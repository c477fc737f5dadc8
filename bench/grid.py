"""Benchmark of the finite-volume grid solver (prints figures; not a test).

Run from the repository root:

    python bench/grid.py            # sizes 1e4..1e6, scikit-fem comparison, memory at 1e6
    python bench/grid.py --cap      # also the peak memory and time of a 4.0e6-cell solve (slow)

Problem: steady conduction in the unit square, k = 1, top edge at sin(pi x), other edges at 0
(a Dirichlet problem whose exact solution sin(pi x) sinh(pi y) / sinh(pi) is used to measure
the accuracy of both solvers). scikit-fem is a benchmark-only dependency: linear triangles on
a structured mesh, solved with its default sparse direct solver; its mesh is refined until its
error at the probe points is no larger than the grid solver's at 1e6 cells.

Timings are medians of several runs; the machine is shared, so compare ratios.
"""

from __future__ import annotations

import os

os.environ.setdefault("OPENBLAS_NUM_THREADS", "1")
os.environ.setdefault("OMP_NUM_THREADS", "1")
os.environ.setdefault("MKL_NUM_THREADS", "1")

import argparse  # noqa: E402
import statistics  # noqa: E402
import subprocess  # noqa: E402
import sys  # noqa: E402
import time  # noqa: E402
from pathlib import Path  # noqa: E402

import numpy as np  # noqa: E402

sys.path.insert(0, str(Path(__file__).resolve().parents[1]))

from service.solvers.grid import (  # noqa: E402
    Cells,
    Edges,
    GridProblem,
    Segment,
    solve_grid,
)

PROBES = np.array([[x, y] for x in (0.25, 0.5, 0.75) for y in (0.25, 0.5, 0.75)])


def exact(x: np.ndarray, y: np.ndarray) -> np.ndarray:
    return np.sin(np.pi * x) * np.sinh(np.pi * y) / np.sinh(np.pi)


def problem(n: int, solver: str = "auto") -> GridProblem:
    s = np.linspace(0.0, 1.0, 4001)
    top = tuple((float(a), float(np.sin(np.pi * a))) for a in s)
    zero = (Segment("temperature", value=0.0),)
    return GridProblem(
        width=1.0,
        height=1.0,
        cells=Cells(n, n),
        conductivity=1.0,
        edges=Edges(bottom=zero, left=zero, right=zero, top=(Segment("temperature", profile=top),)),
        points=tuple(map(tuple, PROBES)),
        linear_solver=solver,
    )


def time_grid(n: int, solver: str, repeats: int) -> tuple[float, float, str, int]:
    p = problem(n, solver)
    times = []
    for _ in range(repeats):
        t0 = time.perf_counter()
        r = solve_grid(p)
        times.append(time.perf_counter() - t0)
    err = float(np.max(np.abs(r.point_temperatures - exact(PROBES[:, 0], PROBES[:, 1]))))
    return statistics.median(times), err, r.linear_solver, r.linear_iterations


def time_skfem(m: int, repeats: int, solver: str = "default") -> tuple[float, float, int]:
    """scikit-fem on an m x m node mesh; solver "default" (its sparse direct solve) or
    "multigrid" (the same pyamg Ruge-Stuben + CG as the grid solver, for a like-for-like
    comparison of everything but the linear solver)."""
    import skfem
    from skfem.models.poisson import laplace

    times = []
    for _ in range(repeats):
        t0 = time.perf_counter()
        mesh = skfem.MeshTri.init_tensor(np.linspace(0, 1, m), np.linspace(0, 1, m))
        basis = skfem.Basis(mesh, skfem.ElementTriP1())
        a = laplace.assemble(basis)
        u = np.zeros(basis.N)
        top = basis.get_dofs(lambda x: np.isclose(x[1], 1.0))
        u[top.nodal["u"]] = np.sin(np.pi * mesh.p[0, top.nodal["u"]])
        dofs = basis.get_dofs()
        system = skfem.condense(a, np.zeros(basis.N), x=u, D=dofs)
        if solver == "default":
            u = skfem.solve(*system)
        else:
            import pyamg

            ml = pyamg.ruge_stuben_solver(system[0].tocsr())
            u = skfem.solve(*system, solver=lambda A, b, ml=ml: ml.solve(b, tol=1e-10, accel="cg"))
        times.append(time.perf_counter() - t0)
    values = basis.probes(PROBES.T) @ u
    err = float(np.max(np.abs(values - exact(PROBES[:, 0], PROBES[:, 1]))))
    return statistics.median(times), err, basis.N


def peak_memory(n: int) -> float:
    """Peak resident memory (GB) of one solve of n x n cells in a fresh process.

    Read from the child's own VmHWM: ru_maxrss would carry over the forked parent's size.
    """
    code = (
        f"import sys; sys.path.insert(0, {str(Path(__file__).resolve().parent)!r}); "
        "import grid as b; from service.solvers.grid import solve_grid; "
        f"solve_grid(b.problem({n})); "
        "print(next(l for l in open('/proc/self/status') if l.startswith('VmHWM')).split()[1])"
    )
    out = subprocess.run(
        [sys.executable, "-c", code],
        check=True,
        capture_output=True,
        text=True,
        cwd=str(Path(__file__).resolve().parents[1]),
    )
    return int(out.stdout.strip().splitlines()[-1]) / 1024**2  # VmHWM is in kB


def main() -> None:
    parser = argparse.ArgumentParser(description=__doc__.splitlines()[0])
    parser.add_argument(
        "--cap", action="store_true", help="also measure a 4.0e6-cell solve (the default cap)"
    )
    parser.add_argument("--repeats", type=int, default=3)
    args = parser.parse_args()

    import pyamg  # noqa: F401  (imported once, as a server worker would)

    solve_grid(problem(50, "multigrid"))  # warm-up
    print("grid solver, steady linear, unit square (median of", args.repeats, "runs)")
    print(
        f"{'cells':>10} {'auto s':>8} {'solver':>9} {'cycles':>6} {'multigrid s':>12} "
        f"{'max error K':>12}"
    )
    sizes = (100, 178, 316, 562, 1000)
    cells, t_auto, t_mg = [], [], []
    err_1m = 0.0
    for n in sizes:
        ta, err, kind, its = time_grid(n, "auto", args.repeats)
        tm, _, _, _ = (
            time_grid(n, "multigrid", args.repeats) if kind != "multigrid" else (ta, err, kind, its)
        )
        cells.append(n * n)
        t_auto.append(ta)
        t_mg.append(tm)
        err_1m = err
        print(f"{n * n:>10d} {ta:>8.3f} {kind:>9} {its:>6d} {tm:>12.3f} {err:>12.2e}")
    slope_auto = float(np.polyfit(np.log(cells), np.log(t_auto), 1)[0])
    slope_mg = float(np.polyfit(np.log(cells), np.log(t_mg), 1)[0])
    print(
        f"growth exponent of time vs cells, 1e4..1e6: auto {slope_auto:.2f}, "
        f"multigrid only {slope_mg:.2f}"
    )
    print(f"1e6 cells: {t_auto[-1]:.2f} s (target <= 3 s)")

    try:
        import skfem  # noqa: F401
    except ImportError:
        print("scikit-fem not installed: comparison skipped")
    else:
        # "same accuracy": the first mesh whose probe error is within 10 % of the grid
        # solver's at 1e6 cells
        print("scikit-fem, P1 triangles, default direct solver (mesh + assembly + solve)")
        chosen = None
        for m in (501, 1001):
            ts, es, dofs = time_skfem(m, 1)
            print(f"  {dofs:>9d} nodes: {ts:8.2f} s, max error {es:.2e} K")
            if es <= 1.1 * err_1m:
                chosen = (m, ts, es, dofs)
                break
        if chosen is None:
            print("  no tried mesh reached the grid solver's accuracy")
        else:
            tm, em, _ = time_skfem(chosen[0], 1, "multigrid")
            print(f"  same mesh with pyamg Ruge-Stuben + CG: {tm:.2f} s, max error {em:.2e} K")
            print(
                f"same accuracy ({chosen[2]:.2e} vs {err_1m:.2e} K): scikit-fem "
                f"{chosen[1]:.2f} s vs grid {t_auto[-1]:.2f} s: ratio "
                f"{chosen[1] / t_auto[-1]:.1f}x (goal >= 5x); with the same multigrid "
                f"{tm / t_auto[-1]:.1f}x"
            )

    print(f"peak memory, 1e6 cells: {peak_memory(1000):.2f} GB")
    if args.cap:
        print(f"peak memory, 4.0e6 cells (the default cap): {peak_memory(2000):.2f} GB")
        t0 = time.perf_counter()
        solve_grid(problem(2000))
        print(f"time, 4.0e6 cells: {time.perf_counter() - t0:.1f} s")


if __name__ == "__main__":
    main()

▶ **TASK DESCRIPTION**
For each line of the entries that includes "points", show that line.

▶ **YOUR SOLUTION**
error at the probe points is no larger than the grid solver's at 1e6 cells.
        points=tuple(map(tuple, PROBES)),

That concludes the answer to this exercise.